Congratulations, you're the one millionth person to point out in a Slashdot comment that MySQL is not a full-strength database product.
Everyone knows this. Everyone understands this. Nobody makes claims to the contrary. It's still horribly useful to lots of people. Let's move on.
Game... blouses.
Ehrrm, here at work, we have a SQL server running, and it crashes almost daily... (management decision, you know. We techs would rather go with sth more serious like Postgresql, or Oracle. But management thinks Oracle is too expensive, and Postgresql too cheap. Go figure!).
Anyways, four weeks ago, we managed to keep it running five days in a row, but unfortunately, these 5 days contained a weekend... And sure enough, a script kiddy had to try his SQL injection skills on our server!
the speed is excellent
You must be kidding, right? Even flat text files are faster! A while ago Oracle had a context where they promised a rather sizable prize to anybody who could configure SQL server in such a way that it came within 1/100's of Oracle's performance. Nobody managed to claim the prize!
and stored procedures are decent (which MySQL still lacks completely).
MySQL does have stored procedures.

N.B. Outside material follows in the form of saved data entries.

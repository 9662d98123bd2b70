/**
 * The coordinator's screens in Chromium: readers and progress, collecting a results bundle by
 * file picker, and building a new study (kits also zipped for transfer) with a progress bar.
 */
import { expect, test, type APIRequestContext } from '@playwright/test';
import { readFileSync, statSync } from 'node:fs';
import { join } from 'node:path';
import { makeDemo, serve, type ServedStudy, callApi } from './host.ts';

let dir: string;
let host: ServedStudy;

test.beforeAll(async () => {
  dir = makeDemo();
  host = await serve(dir);
});
test.afterAll(async () => { await host?.stop(); });

const call = (request: APIRequestContext, op: string, data: unknown) => callApi(request, host, op, data);

test('the coordinator sees progress, collects a bundle and builds a study', async ({ page, request }) => {
  // A reader scores two items and exports a results bundle.
  const kit = await call(request, 'openKit', { reader: 'R2' }) as { items: { id: string }[]; questions: { id: string }[] };
  for (const it of kit.items.slice(0, 2)) {
    await call(request, 'submitAnswer', { reader: 'R2', itemId: it.id, scores: Object.fromEntries(kit.questions.map((q) => [q.id, 3])), seconds: 12 });
  }
  const { file } = await call(request, 'exportResults', { reader: 'R2' }) as { file: string };

  await page.goto(`${host.url}#/coordinator`);
  await expect(page.getByRole('heading', { name: /Phantom brain/ })).toBeVisible();
  const table = page.getByTestId('reader-progress');
  await expect(table.getByRole('row', { name: /R1/ })).toContainText('simulated');
  await page.screenshot({ path: 'test-results/screens/coordinator-readers.png' });

  await page.getByTestId('tab-collect').click();
  await page.getByTestId('collect-input').setInputFiles({ name: 'R2.veil-results.json', mimeType: 'application/json', buffer: readFileSync(file) });
  await expect(page.getByTestId('collect-results')).toContainText('imported');
  await page.getByTestId('collect-input').setInputFiles({ name: 'R2.veil-results.json', mimeType: 'application/json', buffer: readFileSync(file) });
  await expect(page.getByTestId('collect-results')).toContainText('unchanged');
  await page.getByTestId('collect-input').setInputFiles({ name: 'edited.veil-results.json', mimeType: 'application/json', buffer: Buffer.from(readFileSync(file, 'utf8').replace('"score":3', '"score":4')) });
  await expect(page.getByTestId('collect-results')).toContainText('refused');
  await page.screenshot({ path: 'test-results/screens/coordinator-collect.png' });

  await page.getByTestId('tab-readers').click();
  // R2's bundle is counted, and its answers (all 3) are now the latest for two items.
  await expect(table.getByRole('row', { name: /R2/ }).locator('td').nth(5)).toHaveText('1');

  await page.getByTestId('tab-build').click();
  await page.getByTestId('build-template').fill(join(dir, 'demo.study.yaml'));
  await page.getByTestId('build-out').fill(join(dir, 'second-build'));
  await expect(page.getByTestId('build-start')).toBeDisabled(); // check first
  await page.getByTestId('check-start').click();
  await expect(page.getByTestId('check-result')).toHaveAttribute('data-ok', 'true', { timeout: 60_000 });
  await expect(page.getByTestId('check-result')).toContainText('case-06');
  await page.screenshot({ path: 'test-results/screens/coordinator-check.png' });
  await page.getByTestId('build-zip').check();
  await page.getByTestId('build-start').click();
  await expect(page.getByTestId('build-job')).toHaveAttribute('data-state', 'done', { timeout: 30_000 });
  await expect(page.getByTestId('build-job')).toContainText(join(dir, 'second-build', 'kits', 'R1'));
  // Each kit also as one archive for transfer, named on the screen and on disk.
  await expect(page.getByTestId('kit-zip').first()).toHaveText(join(dir, 'second-build', 'kits', 'R1.zip'));
  expect(statSync(join(dir, 'second-build', 'kits', 'R1.zip')).size).toBeGreaterThan(1000);
  await page.screenshot({ path: 'test-results/screens/coordinator-build.png' });

  await page.getByTestId('build-out').fill(join(dir, 'second-build'));
  await page.getByTestId('build-start').click();
  await expect(page.getByTestId('build-job')).toHaveAttribute('data-state', 'failed');
  await expect(page.getByTestId('build-job')).toContainText('already holds a built study');
});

In the older versions, they were rather hard to use, unfortunately (they had to be written in C, and interfaced with MySQL on a rather low level). However, since recently, MySQL supports Oracle and Perl stored procedures, whith a rather nice interface, not unlike Oracle's Aurora. There were a couple of mentions of the Java stored procedures on Oracle, and one of the last Linux Journals had an article on Perl stored procedures.
I didn't say that MySQL "sucks" in comparison.
You didn't use the word. Rather than saying MySQL "sucked" (which would have been relatively polite), you dared to compare it to SQL server (which is downright insulting).